↓↓↓

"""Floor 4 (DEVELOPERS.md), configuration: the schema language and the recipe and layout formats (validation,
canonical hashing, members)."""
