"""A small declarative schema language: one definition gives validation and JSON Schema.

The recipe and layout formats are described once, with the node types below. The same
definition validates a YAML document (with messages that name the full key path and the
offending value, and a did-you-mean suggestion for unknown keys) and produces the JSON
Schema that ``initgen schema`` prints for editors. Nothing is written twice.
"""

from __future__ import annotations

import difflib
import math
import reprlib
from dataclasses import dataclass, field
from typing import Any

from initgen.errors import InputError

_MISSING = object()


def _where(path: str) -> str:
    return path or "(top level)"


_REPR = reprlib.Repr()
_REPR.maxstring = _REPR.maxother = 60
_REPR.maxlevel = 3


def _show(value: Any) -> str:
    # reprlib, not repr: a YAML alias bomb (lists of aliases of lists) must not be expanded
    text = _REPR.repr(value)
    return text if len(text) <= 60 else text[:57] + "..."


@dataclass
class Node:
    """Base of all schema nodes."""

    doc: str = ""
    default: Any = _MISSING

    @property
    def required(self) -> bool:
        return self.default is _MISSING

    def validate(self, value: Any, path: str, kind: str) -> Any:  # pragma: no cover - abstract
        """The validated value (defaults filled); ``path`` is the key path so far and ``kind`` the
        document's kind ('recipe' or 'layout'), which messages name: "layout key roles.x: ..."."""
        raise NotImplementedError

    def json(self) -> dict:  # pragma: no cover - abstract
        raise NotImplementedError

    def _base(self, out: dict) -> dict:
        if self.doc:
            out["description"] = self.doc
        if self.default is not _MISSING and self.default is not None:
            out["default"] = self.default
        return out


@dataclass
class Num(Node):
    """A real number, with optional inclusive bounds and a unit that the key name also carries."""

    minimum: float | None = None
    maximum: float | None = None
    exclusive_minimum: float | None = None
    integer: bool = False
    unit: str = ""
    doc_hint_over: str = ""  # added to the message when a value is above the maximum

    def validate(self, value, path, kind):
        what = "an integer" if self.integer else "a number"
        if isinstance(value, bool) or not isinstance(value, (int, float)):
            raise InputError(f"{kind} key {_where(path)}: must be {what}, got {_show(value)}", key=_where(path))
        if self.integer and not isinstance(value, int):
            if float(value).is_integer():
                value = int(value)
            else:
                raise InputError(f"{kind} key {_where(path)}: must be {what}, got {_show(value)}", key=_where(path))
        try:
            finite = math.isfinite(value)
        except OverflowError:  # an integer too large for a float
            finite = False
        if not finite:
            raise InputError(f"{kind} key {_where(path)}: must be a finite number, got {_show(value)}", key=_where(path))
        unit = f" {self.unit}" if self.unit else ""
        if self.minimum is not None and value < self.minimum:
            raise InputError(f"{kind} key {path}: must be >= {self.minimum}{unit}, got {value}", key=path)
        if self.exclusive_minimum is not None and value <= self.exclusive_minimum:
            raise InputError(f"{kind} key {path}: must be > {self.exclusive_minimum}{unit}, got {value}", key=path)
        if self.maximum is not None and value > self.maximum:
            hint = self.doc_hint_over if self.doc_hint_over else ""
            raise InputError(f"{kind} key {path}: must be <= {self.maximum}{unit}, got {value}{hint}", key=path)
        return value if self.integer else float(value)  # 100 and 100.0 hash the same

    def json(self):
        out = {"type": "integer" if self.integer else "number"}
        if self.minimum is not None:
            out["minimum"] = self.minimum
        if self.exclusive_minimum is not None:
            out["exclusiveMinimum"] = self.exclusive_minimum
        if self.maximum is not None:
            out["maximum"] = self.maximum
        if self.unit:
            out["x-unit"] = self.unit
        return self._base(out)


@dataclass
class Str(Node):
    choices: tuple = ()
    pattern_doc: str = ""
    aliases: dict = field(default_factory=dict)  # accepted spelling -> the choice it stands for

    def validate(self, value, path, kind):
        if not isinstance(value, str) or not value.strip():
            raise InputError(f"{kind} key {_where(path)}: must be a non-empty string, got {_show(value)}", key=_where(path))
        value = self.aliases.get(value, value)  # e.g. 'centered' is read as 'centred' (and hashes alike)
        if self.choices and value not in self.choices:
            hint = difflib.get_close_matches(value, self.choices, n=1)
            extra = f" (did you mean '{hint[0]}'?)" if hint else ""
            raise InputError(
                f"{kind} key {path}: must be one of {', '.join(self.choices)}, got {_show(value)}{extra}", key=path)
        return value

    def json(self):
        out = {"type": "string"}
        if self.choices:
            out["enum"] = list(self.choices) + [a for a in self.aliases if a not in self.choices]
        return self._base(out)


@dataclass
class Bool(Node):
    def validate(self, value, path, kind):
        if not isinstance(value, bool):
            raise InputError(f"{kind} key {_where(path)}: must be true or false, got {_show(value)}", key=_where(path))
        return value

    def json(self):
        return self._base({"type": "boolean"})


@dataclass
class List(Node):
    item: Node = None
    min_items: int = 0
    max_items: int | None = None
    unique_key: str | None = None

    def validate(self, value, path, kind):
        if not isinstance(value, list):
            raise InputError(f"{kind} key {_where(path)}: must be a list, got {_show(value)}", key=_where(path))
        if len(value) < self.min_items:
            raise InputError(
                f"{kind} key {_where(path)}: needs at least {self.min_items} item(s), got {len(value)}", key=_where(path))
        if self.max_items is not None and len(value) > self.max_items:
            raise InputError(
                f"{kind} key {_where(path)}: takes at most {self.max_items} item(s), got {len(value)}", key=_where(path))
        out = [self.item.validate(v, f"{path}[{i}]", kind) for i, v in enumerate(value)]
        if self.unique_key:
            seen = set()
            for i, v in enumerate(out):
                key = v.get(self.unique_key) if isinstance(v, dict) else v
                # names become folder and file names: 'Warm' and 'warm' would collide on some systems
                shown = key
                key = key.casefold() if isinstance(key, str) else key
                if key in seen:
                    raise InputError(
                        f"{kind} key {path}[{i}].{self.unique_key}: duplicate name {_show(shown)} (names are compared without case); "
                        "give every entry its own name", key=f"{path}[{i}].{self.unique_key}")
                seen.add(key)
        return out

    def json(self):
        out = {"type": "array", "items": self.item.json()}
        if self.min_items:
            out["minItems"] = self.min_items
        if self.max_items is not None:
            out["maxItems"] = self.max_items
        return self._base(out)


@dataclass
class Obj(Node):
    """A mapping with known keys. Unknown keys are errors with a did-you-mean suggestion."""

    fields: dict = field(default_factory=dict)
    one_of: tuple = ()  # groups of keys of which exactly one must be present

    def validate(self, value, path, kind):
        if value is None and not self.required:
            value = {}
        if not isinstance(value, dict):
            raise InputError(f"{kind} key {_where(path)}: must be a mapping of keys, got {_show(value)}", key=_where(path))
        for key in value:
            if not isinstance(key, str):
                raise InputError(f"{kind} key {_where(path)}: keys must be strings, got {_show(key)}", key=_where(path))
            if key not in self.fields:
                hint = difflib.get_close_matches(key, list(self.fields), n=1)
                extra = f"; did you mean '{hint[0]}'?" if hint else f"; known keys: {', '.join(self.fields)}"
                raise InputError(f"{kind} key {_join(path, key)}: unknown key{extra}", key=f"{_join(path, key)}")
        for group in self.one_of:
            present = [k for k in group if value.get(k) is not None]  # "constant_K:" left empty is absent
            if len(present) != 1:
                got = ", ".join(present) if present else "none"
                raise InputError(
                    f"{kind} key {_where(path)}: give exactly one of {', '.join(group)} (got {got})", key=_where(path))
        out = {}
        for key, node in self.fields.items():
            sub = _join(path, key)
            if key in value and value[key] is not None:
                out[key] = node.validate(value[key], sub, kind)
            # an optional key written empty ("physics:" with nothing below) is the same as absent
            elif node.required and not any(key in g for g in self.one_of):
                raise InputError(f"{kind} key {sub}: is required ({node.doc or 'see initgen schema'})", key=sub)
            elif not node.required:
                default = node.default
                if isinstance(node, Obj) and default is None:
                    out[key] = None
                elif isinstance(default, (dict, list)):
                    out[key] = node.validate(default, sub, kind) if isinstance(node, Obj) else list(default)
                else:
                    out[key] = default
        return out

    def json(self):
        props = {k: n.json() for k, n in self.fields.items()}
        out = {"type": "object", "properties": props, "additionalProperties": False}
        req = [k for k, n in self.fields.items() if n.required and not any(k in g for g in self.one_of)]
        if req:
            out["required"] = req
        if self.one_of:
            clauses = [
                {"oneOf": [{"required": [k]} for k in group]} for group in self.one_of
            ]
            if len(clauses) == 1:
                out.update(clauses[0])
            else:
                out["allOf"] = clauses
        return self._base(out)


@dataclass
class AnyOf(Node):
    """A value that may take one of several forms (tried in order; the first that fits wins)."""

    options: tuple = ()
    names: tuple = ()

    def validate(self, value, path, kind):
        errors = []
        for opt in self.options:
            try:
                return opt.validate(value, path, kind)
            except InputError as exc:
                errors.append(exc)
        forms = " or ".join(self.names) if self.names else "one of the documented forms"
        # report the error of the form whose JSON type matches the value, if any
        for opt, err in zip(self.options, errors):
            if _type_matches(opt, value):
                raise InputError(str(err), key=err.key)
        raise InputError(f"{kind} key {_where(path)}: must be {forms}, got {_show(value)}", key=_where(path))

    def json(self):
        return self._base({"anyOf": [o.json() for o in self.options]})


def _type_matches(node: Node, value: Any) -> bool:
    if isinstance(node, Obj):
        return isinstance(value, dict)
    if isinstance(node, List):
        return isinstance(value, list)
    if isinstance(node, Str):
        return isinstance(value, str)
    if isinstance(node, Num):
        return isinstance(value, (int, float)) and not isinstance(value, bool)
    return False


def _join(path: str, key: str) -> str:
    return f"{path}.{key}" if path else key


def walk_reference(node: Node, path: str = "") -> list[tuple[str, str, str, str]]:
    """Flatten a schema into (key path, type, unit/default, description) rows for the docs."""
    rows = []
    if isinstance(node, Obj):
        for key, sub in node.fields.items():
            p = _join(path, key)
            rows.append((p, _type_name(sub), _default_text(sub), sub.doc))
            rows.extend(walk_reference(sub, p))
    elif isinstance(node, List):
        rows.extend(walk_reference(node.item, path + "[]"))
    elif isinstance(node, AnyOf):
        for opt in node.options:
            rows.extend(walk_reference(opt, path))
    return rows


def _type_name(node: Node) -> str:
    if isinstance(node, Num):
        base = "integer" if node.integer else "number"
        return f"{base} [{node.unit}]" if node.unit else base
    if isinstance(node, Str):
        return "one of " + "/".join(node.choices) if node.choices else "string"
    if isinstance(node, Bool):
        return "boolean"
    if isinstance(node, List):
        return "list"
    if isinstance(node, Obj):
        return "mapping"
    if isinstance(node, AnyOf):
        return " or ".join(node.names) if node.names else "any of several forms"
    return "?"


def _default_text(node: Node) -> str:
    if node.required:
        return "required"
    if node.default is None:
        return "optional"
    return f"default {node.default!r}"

↑↑↑
↓↓↓

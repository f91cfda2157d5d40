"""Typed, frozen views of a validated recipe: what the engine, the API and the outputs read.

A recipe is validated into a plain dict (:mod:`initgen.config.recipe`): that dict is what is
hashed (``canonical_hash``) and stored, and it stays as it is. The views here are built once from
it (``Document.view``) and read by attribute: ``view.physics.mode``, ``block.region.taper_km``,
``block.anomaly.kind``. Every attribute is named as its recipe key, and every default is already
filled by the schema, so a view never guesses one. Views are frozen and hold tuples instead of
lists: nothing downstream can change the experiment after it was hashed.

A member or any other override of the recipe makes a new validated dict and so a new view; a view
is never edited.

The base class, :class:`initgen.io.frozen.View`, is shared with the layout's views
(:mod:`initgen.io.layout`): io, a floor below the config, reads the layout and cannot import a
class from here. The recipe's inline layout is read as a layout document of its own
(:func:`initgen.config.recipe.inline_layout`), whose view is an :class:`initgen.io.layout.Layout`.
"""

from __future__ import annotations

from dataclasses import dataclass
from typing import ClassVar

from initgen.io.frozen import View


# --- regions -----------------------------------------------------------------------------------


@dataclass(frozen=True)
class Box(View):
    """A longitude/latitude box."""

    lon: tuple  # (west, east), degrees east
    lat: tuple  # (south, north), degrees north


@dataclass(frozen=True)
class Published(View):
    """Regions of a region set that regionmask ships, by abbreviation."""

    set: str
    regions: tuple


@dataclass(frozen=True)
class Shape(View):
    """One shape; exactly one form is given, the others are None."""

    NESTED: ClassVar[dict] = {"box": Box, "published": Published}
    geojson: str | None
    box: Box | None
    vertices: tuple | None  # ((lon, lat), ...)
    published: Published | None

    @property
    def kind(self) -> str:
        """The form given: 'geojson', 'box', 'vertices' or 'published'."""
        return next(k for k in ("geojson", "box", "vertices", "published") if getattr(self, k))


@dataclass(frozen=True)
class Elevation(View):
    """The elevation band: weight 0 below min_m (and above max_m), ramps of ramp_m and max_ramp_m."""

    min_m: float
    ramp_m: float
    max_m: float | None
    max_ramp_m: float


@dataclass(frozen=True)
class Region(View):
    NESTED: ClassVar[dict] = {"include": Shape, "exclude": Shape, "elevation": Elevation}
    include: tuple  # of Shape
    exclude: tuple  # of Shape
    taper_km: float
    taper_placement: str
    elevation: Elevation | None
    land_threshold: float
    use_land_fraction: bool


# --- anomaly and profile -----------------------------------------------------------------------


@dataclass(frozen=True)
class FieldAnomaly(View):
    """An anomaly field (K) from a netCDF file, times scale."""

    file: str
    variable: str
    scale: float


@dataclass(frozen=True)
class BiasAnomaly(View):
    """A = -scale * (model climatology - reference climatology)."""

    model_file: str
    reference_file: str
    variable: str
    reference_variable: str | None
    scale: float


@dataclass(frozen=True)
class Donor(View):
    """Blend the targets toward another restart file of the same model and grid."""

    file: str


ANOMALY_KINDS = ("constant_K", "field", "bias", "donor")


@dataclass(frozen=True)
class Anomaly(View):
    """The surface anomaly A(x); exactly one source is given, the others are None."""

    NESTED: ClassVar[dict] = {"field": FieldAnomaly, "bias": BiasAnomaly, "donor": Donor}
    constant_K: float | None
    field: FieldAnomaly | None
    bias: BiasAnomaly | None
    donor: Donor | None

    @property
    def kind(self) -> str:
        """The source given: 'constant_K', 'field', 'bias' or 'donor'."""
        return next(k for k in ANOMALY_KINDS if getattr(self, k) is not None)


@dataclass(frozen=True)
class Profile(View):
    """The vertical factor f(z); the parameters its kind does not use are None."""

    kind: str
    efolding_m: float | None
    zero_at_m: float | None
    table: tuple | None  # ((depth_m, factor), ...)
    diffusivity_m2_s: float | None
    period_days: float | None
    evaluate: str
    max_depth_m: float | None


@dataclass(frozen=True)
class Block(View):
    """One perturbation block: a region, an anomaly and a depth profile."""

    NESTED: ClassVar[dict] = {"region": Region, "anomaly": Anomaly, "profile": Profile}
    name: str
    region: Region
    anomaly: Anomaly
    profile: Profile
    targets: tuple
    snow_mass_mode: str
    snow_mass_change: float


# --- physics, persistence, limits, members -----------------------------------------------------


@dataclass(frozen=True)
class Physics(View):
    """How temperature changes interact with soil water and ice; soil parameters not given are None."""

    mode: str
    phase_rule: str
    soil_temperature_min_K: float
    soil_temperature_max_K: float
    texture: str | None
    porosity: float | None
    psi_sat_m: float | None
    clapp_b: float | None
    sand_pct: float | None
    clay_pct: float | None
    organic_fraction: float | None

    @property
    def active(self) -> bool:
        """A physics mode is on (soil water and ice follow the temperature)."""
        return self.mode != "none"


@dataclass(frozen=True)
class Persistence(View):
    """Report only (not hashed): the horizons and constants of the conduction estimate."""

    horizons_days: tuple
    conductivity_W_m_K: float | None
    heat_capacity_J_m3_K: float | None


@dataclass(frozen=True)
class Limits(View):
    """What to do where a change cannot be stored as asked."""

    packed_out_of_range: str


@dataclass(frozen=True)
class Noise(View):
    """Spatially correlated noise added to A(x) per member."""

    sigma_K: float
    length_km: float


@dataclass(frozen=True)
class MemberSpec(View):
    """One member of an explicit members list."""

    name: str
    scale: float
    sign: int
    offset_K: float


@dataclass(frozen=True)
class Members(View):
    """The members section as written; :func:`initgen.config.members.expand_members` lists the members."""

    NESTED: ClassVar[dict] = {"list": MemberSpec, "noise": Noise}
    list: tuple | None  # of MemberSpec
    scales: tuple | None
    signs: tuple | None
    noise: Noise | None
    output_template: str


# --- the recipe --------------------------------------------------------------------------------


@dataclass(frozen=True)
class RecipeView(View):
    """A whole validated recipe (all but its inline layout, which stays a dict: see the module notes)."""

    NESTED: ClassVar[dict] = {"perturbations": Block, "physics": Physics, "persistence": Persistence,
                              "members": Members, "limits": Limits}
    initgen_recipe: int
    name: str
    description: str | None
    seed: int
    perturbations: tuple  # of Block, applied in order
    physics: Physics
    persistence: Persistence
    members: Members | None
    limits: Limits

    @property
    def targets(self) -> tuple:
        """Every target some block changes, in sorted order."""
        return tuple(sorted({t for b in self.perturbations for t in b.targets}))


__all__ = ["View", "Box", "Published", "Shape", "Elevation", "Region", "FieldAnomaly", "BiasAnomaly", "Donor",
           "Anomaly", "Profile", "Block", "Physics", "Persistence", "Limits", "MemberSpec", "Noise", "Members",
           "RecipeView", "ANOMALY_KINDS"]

↑↑↑

Scan the listing above for the word "source" and copy every line that holds it.

    """The surface anomaly A(x); exactly one source is given, the others are None."""
        """The source given: 'constant_K', 'field', 'bias' or 'donor'."""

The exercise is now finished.